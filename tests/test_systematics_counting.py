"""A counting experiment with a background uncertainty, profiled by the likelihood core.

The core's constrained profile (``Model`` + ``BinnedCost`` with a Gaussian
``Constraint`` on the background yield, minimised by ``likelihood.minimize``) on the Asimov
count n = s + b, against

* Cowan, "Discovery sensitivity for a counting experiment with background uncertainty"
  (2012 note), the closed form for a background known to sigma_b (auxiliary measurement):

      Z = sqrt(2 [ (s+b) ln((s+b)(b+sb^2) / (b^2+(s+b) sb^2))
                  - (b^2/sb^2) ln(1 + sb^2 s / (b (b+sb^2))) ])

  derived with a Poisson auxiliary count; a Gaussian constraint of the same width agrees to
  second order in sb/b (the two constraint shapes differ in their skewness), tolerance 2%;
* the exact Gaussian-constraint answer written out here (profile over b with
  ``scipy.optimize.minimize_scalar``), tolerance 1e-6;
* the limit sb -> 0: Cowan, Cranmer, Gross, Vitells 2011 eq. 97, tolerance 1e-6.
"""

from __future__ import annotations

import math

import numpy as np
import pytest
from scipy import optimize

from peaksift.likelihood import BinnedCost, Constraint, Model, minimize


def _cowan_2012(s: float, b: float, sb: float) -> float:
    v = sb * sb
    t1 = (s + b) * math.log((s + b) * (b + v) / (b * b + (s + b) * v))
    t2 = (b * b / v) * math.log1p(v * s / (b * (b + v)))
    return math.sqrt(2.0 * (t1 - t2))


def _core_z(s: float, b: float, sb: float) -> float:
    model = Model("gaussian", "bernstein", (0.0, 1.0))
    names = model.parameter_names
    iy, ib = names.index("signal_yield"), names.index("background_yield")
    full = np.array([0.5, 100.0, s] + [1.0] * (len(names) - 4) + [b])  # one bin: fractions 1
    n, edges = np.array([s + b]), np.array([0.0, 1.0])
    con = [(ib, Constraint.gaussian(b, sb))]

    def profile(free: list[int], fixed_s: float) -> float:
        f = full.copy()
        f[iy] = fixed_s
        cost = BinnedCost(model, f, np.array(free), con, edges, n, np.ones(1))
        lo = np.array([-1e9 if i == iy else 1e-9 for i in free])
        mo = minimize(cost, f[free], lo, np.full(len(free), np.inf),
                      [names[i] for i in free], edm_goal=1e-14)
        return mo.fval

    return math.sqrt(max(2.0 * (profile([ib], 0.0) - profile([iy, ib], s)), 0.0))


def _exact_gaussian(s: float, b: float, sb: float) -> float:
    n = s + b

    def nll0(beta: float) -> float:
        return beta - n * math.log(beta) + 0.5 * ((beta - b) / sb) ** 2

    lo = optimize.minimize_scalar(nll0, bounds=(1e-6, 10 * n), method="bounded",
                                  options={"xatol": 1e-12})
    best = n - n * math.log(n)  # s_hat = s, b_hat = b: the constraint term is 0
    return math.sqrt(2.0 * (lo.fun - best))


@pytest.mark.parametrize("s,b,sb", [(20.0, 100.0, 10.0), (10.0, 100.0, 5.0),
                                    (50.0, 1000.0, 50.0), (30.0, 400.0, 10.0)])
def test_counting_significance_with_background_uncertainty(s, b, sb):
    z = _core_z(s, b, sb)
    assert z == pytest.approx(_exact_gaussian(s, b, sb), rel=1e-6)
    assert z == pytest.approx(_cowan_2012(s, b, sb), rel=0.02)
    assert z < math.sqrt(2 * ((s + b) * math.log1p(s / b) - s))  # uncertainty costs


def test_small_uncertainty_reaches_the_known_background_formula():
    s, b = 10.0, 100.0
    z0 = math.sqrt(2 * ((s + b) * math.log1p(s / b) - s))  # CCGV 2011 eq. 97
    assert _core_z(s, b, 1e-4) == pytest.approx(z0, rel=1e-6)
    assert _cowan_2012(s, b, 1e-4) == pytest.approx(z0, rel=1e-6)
═══
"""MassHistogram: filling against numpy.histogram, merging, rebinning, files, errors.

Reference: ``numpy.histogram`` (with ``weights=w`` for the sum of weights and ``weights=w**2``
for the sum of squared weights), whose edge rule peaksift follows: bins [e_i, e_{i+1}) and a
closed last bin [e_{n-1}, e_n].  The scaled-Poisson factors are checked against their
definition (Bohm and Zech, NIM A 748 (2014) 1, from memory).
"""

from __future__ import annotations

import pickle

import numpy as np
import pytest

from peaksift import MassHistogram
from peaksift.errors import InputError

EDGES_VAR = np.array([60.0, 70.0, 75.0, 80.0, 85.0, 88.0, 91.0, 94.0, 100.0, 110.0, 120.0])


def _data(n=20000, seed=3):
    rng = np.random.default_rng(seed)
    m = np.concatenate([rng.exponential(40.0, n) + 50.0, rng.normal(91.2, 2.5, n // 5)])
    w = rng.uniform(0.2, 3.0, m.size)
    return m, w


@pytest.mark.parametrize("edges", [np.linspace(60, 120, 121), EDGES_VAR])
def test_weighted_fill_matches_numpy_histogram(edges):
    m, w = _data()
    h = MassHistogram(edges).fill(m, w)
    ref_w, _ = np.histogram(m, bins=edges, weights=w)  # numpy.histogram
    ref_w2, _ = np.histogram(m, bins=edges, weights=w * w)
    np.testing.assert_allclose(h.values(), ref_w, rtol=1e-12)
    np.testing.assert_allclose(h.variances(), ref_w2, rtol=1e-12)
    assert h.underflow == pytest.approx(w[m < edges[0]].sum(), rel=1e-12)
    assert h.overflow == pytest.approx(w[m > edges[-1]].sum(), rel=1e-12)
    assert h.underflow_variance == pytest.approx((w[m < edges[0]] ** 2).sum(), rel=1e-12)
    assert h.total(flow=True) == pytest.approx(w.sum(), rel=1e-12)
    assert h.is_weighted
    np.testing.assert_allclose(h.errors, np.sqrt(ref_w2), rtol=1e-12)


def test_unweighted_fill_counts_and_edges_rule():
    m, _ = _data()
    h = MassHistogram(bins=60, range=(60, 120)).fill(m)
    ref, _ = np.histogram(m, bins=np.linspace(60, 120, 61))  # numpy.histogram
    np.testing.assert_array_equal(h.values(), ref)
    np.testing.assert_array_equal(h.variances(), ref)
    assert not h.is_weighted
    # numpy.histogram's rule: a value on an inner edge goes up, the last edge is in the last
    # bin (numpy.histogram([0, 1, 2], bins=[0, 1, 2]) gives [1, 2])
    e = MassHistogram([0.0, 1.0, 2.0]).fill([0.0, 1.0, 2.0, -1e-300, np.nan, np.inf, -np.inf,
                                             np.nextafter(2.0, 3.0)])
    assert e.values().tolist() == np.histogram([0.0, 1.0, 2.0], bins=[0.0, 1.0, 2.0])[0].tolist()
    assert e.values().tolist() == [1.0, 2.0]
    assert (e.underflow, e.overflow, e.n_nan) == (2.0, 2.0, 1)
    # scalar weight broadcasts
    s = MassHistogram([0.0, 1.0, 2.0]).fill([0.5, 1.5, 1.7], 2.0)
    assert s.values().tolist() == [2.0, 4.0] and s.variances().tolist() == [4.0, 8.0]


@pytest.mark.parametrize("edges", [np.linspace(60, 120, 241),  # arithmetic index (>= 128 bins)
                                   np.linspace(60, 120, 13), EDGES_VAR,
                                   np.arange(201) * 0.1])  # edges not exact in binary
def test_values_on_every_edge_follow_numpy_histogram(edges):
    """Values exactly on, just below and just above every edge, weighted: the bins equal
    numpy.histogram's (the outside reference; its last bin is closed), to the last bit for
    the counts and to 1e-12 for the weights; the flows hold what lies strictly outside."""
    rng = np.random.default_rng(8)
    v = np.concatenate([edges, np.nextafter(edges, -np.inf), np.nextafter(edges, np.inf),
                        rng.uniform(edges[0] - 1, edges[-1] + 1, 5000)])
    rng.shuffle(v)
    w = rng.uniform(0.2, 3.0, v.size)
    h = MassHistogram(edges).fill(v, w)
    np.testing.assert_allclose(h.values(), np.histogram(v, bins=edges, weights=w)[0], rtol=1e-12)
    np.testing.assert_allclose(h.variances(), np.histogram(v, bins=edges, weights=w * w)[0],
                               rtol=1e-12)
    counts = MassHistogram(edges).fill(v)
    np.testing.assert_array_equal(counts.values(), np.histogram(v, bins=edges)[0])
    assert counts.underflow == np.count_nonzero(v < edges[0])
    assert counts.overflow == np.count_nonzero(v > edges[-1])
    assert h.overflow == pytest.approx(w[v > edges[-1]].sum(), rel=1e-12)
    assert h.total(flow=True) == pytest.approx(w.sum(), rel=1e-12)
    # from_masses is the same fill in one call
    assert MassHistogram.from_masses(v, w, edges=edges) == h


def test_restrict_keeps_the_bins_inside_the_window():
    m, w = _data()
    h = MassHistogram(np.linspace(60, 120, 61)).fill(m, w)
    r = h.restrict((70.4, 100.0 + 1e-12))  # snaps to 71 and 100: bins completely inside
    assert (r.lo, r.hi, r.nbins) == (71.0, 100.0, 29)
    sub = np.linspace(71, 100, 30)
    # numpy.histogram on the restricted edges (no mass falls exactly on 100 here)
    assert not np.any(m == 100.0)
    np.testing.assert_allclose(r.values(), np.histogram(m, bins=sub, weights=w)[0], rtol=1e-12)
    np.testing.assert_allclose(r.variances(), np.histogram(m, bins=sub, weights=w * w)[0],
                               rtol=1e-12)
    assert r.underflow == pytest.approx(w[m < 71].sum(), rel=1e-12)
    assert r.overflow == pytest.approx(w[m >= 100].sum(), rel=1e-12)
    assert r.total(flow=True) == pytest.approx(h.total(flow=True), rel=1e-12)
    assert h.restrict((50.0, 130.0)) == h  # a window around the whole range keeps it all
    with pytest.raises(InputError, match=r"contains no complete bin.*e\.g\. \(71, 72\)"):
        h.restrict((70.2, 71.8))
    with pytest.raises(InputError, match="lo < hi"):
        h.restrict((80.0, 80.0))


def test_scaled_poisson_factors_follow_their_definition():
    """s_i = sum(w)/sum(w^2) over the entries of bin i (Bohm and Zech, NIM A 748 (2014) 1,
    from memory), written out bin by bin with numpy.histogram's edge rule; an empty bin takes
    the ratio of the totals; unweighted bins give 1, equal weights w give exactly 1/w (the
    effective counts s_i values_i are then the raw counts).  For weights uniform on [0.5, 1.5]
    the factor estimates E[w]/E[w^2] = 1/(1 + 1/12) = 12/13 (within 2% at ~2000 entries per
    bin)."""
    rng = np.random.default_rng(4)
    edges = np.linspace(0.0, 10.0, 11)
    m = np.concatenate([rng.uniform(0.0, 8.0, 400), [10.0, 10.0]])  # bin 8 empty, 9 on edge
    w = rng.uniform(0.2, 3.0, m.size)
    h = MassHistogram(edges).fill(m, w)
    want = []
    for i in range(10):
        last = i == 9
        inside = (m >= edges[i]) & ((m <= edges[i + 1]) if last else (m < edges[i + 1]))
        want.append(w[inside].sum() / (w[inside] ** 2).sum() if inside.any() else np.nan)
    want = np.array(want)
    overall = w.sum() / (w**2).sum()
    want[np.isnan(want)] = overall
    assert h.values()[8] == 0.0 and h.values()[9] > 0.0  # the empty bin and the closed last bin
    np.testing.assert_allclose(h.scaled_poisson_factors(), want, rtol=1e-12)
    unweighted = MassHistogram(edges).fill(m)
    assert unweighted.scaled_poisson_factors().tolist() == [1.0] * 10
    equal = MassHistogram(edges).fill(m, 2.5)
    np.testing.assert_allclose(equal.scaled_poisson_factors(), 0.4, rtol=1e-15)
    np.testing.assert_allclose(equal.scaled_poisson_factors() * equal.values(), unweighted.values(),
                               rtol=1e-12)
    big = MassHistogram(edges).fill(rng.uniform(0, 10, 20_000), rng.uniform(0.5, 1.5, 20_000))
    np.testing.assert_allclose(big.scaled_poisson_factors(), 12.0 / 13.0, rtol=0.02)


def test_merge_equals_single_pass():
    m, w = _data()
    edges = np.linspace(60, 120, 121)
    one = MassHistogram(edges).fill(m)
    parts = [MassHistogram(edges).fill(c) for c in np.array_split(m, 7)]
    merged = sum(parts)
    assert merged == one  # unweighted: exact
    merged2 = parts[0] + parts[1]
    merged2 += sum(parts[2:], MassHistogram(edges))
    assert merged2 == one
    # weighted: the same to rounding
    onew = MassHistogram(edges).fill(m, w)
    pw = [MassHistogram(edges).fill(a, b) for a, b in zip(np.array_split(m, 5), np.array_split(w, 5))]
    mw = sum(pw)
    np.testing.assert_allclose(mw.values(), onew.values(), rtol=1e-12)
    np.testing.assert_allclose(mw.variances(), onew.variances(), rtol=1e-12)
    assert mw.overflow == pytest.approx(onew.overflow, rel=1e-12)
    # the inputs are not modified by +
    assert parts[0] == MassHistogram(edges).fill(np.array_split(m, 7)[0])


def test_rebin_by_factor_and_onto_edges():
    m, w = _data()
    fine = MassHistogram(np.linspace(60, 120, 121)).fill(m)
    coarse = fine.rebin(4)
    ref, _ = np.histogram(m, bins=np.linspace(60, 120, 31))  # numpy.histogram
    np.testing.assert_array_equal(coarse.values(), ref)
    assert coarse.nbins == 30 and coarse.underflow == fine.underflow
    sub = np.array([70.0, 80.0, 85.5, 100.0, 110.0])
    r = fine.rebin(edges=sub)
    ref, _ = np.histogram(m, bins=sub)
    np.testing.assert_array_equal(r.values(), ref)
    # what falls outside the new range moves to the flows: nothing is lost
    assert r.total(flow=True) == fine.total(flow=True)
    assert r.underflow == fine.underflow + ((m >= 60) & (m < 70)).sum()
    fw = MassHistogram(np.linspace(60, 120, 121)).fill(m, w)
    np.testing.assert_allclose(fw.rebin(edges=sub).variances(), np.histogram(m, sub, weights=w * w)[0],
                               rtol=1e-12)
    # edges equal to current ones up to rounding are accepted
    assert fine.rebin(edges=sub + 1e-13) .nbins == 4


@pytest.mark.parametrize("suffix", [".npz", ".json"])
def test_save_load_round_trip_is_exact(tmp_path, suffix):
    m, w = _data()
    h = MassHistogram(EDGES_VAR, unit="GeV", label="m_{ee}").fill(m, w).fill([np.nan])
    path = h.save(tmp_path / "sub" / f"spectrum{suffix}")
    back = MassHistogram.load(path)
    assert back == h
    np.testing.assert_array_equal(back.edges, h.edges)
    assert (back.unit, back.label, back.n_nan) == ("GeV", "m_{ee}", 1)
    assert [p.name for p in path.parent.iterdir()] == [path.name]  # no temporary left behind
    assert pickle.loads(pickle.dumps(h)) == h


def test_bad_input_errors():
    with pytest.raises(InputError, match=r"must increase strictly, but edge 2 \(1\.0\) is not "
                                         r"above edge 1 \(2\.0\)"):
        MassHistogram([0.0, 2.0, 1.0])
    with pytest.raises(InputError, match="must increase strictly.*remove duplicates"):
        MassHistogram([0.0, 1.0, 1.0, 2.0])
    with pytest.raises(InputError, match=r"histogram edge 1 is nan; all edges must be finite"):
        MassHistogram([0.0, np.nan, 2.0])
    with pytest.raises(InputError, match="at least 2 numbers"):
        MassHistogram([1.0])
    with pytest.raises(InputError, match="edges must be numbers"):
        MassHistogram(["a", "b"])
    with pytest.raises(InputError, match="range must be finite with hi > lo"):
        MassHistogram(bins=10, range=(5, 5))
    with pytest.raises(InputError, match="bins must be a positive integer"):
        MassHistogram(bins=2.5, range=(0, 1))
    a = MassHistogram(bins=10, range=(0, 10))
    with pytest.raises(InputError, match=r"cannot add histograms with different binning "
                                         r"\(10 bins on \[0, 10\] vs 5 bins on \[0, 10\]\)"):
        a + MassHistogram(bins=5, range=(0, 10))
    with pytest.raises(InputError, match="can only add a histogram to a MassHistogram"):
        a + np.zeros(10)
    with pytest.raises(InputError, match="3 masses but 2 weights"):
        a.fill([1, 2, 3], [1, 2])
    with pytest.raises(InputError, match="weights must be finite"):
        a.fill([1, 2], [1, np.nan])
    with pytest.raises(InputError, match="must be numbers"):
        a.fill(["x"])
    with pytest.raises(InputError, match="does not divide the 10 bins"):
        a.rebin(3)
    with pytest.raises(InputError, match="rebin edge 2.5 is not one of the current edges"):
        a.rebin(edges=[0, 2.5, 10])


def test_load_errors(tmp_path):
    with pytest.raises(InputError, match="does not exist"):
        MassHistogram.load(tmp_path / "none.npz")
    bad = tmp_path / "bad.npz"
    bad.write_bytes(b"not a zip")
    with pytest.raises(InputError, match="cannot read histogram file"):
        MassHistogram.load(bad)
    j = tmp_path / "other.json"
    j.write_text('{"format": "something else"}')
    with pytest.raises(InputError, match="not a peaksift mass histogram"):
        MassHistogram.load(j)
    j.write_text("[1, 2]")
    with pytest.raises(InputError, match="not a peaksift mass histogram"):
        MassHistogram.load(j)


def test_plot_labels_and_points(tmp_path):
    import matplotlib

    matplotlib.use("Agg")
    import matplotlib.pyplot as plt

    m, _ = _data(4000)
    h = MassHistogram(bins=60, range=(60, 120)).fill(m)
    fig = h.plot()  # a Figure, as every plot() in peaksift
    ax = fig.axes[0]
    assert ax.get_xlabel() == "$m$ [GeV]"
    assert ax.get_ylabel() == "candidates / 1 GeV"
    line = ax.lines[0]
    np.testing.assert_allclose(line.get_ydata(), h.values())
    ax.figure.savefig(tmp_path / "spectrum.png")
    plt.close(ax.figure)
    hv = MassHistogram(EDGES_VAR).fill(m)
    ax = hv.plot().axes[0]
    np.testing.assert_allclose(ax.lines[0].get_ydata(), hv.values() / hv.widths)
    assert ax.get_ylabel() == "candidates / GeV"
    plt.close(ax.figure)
═══
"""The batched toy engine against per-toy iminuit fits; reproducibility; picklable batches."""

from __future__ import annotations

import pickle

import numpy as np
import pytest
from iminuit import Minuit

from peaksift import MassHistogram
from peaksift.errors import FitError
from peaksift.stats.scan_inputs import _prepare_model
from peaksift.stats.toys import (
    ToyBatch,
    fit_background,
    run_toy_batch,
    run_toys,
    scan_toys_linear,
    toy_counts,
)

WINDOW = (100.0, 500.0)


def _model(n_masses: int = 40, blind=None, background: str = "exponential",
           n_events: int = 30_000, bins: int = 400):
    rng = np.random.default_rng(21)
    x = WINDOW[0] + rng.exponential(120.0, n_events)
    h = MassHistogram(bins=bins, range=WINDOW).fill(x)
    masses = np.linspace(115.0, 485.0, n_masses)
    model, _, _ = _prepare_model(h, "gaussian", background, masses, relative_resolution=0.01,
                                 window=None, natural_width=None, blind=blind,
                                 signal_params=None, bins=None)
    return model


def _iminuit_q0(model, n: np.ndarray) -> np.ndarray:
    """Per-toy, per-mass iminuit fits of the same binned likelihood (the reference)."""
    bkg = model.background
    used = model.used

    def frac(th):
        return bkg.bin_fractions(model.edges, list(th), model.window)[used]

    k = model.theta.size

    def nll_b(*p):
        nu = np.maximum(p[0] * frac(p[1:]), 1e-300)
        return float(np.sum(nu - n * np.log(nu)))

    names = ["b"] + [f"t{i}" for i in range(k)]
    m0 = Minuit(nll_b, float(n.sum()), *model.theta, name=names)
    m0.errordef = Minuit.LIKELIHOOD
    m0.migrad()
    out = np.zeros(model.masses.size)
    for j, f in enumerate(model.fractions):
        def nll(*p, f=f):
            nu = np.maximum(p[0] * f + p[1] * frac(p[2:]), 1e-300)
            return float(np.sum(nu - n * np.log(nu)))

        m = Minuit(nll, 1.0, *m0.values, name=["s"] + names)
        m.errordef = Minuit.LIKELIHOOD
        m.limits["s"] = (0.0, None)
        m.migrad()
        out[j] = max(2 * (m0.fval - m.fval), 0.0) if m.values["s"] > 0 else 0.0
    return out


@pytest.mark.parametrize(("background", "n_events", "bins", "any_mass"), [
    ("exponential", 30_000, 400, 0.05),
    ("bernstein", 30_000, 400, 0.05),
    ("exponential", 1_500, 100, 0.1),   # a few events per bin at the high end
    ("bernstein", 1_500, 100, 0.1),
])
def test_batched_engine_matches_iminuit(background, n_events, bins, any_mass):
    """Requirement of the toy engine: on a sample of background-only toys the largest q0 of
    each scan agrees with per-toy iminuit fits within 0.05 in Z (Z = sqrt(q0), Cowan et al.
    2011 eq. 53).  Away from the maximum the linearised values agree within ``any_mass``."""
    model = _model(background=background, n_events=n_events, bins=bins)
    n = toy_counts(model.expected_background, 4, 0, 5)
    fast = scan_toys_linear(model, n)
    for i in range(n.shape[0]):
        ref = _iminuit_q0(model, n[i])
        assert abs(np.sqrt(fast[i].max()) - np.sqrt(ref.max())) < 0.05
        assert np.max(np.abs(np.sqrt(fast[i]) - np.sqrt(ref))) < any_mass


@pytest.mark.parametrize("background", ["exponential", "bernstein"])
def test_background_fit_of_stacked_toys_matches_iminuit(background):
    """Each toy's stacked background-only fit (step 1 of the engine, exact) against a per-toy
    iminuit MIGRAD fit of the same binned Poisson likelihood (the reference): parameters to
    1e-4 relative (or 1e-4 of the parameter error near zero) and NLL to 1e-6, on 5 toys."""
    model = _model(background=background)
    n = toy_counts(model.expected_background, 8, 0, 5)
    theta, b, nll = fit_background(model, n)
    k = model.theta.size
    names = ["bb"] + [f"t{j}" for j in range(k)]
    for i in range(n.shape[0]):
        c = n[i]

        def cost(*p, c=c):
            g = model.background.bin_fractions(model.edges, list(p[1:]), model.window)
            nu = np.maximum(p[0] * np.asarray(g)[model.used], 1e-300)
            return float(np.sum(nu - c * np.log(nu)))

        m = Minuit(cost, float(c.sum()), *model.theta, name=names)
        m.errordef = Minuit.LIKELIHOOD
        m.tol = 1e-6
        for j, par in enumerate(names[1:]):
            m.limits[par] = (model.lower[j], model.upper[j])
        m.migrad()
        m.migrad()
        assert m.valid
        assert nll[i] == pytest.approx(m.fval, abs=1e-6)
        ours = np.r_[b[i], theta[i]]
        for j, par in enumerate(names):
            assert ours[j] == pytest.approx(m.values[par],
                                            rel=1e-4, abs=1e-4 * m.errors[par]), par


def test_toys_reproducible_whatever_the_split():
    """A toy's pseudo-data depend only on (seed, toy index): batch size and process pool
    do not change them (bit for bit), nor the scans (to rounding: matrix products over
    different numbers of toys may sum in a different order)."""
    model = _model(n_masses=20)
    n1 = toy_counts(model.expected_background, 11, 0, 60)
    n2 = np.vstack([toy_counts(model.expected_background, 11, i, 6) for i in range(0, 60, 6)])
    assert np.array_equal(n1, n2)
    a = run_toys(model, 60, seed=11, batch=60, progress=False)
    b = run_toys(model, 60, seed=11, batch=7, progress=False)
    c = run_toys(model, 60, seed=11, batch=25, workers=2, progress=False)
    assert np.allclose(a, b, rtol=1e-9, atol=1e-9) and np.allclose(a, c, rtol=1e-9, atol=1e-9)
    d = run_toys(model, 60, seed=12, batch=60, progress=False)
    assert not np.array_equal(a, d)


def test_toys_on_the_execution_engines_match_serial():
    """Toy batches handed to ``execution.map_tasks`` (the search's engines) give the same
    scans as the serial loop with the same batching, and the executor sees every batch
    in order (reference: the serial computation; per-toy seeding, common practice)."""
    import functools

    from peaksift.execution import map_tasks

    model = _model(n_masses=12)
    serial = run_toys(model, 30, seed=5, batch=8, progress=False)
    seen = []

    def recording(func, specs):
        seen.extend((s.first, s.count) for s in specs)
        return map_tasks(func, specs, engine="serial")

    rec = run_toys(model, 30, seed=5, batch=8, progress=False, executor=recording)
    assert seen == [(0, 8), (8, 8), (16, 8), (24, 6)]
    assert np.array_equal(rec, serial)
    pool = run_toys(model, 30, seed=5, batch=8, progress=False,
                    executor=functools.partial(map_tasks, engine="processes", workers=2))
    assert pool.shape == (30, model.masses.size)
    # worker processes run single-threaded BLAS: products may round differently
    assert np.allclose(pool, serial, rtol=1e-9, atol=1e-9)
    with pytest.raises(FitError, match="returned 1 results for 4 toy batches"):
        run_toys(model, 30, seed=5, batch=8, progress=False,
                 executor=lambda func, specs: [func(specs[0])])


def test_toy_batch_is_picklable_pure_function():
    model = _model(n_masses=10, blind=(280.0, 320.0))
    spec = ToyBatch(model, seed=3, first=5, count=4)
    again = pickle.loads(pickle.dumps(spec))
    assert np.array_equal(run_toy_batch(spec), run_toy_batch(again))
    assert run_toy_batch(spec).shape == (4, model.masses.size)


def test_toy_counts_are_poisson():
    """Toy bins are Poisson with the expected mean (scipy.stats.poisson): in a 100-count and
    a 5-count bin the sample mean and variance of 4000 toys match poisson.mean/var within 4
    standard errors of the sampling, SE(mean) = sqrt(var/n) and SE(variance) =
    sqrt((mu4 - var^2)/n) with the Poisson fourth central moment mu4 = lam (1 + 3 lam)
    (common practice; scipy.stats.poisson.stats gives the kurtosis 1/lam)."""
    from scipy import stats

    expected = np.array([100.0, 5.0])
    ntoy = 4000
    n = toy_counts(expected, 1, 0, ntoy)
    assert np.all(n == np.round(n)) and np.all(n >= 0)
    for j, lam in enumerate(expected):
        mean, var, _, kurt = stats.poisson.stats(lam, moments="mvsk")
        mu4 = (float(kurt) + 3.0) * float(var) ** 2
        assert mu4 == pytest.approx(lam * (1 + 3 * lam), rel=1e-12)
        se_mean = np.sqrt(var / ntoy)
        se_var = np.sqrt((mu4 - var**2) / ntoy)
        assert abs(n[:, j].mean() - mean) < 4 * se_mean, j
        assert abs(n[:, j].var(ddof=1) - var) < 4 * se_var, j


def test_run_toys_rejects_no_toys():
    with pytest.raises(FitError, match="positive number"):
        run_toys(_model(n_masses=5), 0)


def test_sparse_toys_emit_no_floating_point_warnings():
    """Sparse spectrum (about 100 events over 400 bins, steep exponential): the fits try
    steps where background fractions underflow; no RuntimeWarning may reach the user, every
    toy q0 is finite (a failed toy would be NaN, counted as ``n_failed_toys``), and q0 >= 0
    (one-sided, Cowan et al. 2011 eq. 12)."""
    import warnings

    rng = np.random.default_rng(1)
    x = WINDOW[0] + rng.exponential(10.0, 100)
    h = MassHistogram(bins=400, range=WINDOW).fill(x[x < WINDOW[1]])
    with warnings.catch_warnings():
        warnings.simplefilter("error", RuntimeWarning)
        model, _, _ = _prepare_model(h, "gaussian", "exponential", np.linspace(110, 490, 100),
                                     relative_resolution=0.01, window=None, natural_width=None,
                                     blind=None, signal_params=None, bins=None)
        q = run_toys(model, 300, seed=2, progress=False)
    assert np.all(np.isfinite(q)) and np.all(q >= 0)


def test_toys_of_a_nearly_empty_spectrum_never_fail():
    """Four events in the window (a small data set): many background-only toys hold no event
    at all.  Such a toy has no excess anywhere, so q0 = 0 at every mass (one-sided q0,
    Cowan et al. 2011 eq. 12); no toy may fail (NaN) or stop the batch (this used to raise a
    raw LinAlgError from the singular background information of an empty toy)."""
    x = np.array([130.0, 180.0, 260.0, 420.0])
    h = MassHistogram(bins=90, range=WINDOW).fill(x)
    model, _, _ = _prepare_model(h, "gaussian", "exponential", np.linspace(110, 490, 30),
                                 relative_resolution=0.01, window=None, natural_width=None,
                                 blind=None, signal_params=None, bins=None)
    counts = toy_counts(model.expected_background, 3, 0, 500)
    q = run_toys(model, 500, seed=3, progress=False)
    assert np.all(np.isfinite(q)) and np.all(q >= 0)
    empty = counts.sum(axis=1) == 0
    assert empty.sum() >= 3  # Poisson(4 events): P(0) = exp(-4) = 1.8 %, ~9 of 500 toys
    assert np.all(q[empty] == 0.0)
═══
**Exercise goal:**
Look above for the line with "filename tests/test_systematics_counting.py"; retype exactly that line, every line after it up to the line with "The core's constrained", and that line too, nothing else.

**Exercise solution:**
filename tests/test_systematics_counting.py
"""A counting experiment with a background uncertainty, profiled by the likelihood core.

The core's constrained profile (``Model`` + ``BinnedCost`` with a Gaussian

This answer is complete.